The over-striver also shares this same ideal-actual discrepancy (Martire, 1956). Rather than avoiding a test of their worth, however, these students are driven to avoid failure by actually living up to their overly demanding ideals. The parents of over-strivers demand excellence, and typically nurture the proper intellectual tools to insure success, but in the process over-zealously pressure the child by also punishing failure.
A generalization regarding the quality of child rearing and later achievement is that students raised in authoritative homes – homes in which parents respect their children’s ideas, and act in accepting ways – are likely to do better in school than youngsters raised in authoritarian environments, which stress obedience and conformity to adult authority (Baumrind, 1991). However, if this is true, then why should Asian American children, whose home life is rated relatively high in authoritarian characteristics, tend to perform better academically than any other ethnic group? And, conversely, why should African American children, whose homes are generally characterized as authoritative, tend to perform relatively poorly in schools?
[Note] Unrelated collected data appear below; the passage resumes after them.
/**
 * Alternating-current resistance and reactance of 600 V cables, 60 Hz, 75 °C, three single conductors in conduit.
 * Source: NFPA 70-2017 Chapter 9 Table 9.
 * Ω to neutral per 1000 ft. pvc, aluminum and steel name the conduit, not the conductor.
 */
import type { ConductorSize } from "@/lib/units";
import type { TableInfo } from "../types";

export const AC_IMPEDANCE_INFO: TableInfo = {
  meaning: "ac-impedance",
  title: "AC resistance and reactance of 600 V cables",
  values: { "2017": "read", "2020": "agreed", "2023": "agreed", "2026": "preview" },
};

/** Resistance in PVC, aluminum and steel conduit. */
export type ByConduit = readonly [number | null, number | null, number | null];

export interface AcImpedanceRow {
  readonly size: ConductorSize;
  readonly reactancePvcAluminum: number;
  readonly reactanceSteel: number;
  readonly copper: ByConduit;
  readonly aluminum: ByConduit;
  /** Effective impedance at a power factor of 0.85 as printed. */
  readonly copperZ085: ByConduit;
  readonly aluminumZ085: ByConduit;
}

export const AC_IMPEDANCE_ROWS: readonly AcImpedanceRow[] = [
  {
    size: "14 AWG", reactancePvcAluminum: 0.058, reactanceSteel: 0.073,
    copper: [3.1, 3.1, 3.1], aluminum: [null, null, null], copperZ085: [2.7, 2.7, 2.7], aluminumZ085: [null, null, null],
  },
  {
    size: "12 AWG", reactancePvcAluminum: 0.054, reactanceSteel: 0.068,
    copper: [2, 2, 2], aluminum: [3.2, 3.2, 3.2], copperZ085: [1.7, 1.7, 1.7], aluminumZ085: [2.8, 2.8, 2.8],
  },
  {
    size: "10 AWG", reactancePvcAluminum: 0.05, reactanceSteel: 0.063,
    copper: [1.2, 1.2, 1.2], aluminum: [2, 2, 2], copperZ085: [1.1, 1.1, 1.1], aluminumZ085: [1.8, 1.8, 1.8],
  },
  {
    size: "8 AWG", reactancePvcAluminum: 0.052, reactanceSteel: 0.065,
    copper: [0.78, 0.78, 0.78], aluminum: [1.3, 1.3, 1.3], copperZ085: [0.69, 0.69, 0.7], aluminumZ085: [1.1, 1.1, 1.1],
  },
  {
    size: "6 AWG", reactancePvcAluminum: 0.051, reactanceSteel: 0.064,
    copper: [0.49, 0.49, 0.49], aluminum: [0.81, 0.81, 0.81], copperZ085: [0.44, 0.45, 0.45], aluminumZ085: [0.71, 0.72, 0.72],
  },
  {
    size: "4 AWG", reactancePvcAluminum: 0.048, reactanceSteel: 0.06,
    copper: [0.31, 0.31, 0.31], aluminum: [0.51, 0.51, 0.51], copperZ085: [0.29, 0.29, 0.3], aluminumZ085: [0.46, 0.46, 0.46],
  },
  {
    size: "3 AWG", reactancePvcAluminum: 0.047, reactanceSteel: 0.059,
    copper: [0.25, 0.25, 0.25], aluminum: [0.4, 0.41, 0.4], copperZ085: [0.23, 0.24, 0.24], aluminumZ085: [0.37, 0.37, 0.37],
  },
  {
    size: "2 AWG", reactancePvcAluminum: 0.045, reactanceSteel: 0.057,
    copper: [0.19, 0.2, 0.2], aluminum: [0.32, 0.32, 0.32], copperZ085: [0.19, 0.19, 0.2], aluminumZ085: [0.3, 0.3, 0.3],
  },
  {
    size: "1 AWG", reactancePvcAluminum: 0.046, reactanceSteel: 0.057,
    copper: [0.15, 0.16, 0.16], aluminum: [0.25, 0.26, 0.25], copperZ085: [0.16, 0.16, 0.16], aluminumZ085: [0.24, 0.24, 0.25],
  },
  {
    size: "1/0 AWG", reactancePvcAluminum: 0.044, reactanceSteel: 0.055,
    copper: [0.12, 0.13, 0.12], aluminum: [0.2, 0.21, 0.2], copperZ085: [0.13, 0.13, 0.13], aluminumZ085: [0.19, 0.2, 0.2],
  },
  {
    size: "2/0 AWG", reactancePvcAluminum: 0.043, reactanceSteel: 0.054,
    copper: [0.1, 0.1, 0.1], aluminum: [0.16, 0.16, 0.16], copperZ085: [0.11, 0.11, 0.11], aluminumZ085: [0.16, 0.16, 0.16],
  },
  {
    size: "3/0 AWG", reactancePvcAluminum: 0.042, reactanceSteel: 0.052,
    copper: [0.077, 0.082, 0.079], aluminum: [0.13, 0.13, 0.13], copperZ085: [0.088, 0.092, 0.094], aluminumZ085: [0.13, 0.13, 0.14],
  },
  {
    size: "4/0 AWG", reactancePvcAluminum: 0.041, reactanceSteel: 0.051,
    copper: [0.062, 0.067, 0.063], aluminum: [0.1, 0.11, 0.1], copperZ085: [0.074, 0.078, 0.08], aluminumZ085: [0.11, 0.11, 0.11],
  },
  {
    size: "250 kcmil", reactancePvcAluminum: 0.041, reactanceSteel: 0.052,
    copper: [0.052, 0.057, 0.054], aluminum: [0.085, 0.09, 0.086], copperZ085: [0.066, 0.07, 0.073], aluminumZ085: [0.094, 0.098, 0.1],
  },
  {
    size: "300 kcmil", reactancePvcAluminum: 0.041, reactanceSteel: 0.051,
    copper: [0.044, 0.049, 0.045], aluminum: [0.071, 0.076, 0.072], copperZ085: [0.059, 0.063, 0.065], aluminumZ085: [0.082, 0.086, 0.088],
  },
  {
    size: "350 kcmil", reactancePvcAluminum: 0.04, reactanceSteel: 0.05,
    copper: [0.038, 0.043, 0.039], aluminum: [0.061, 0.066, 0.063], copperZ085: [0.053, 0.058, 0.06], aluminumZ085: [0.073, 0.077, 0.08],
  },
  {
    size: "400 kcmil", reactancePvcAluminum: 0.04, reactanceSteel: 0.049,
    copper: [0.033, 0.038, 0.035], aluminum: [0.054, 0.059, 0.055], copperZ085: [0.049, 0.053, 0.056], aluminumZ085: [0.066, 0.071, 0.073],
  },
  {
    size: "500 kcmil", reactancePvcAluminum: 0.039, reactanceSteel: 0.048,
    copper: [0.027, 0.032, 0.029], aluminum: [0.043, 0.048, 0.045], copperZ085: [0.043, 0.048, 0.05], aluminumZ085: [0.057, 0.061, 0.064],
  },
  {
    size: "600 kcmil", reactancePvcAluminum: 0.039, reactanceSteel: 0.048,
    copper: [0.023, 0.028, 0.025], aluminum: [0.036, 0.041, 0.038], copperZ085: [0.04, 0.044, 0.047], aluminumZ085: [0.051, 0.055, 0.058],
  },
  {
    size: "750 kcmil", reactancePvcAluminum: 0.038, reactanceSteel: 0.048,
    copper: [0.019, 0.024, 0.021], aluminum: [0.029, 0.034, 0.031], copperZ085: [0.036, 0.04, 0.043], aluminumZ085: [0.045, 0.049, 0.052],
  },
  {
    size: "1000 kcmil", reactancePvcAluminum: 0.037, reactanceSteel: 0.046,
    copper: [0.015, 0.019, 0.018], aluminum: [0.023, 0.027, 0.025], copperZ085: [0.032, 0.036, 0.04], aluminumZ085: [0.039, 0.042, 0.046],
  },
];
Lawrence Steinberg and his colleagues (Steinberg, Dornbusch, & Brown, 1992) suggest that peer-group dynamics may explain these apparent contradictions. Peers who value doing well in school reinforce one another in positive ways academically so that Asian youngsters whose parents and peer groups both push them in the same direction academically perform well in school. In contrast, other minorities, mainly African Americans and Hispanics, have relatively less peer support academically and as a consequence are less likely to do well in school despite warm parenting styles. Thus, according to Steinberg, in order to thrive academically, many minority youngsters must go outside their primary peer affiliation for support, thus splitting their allegiances.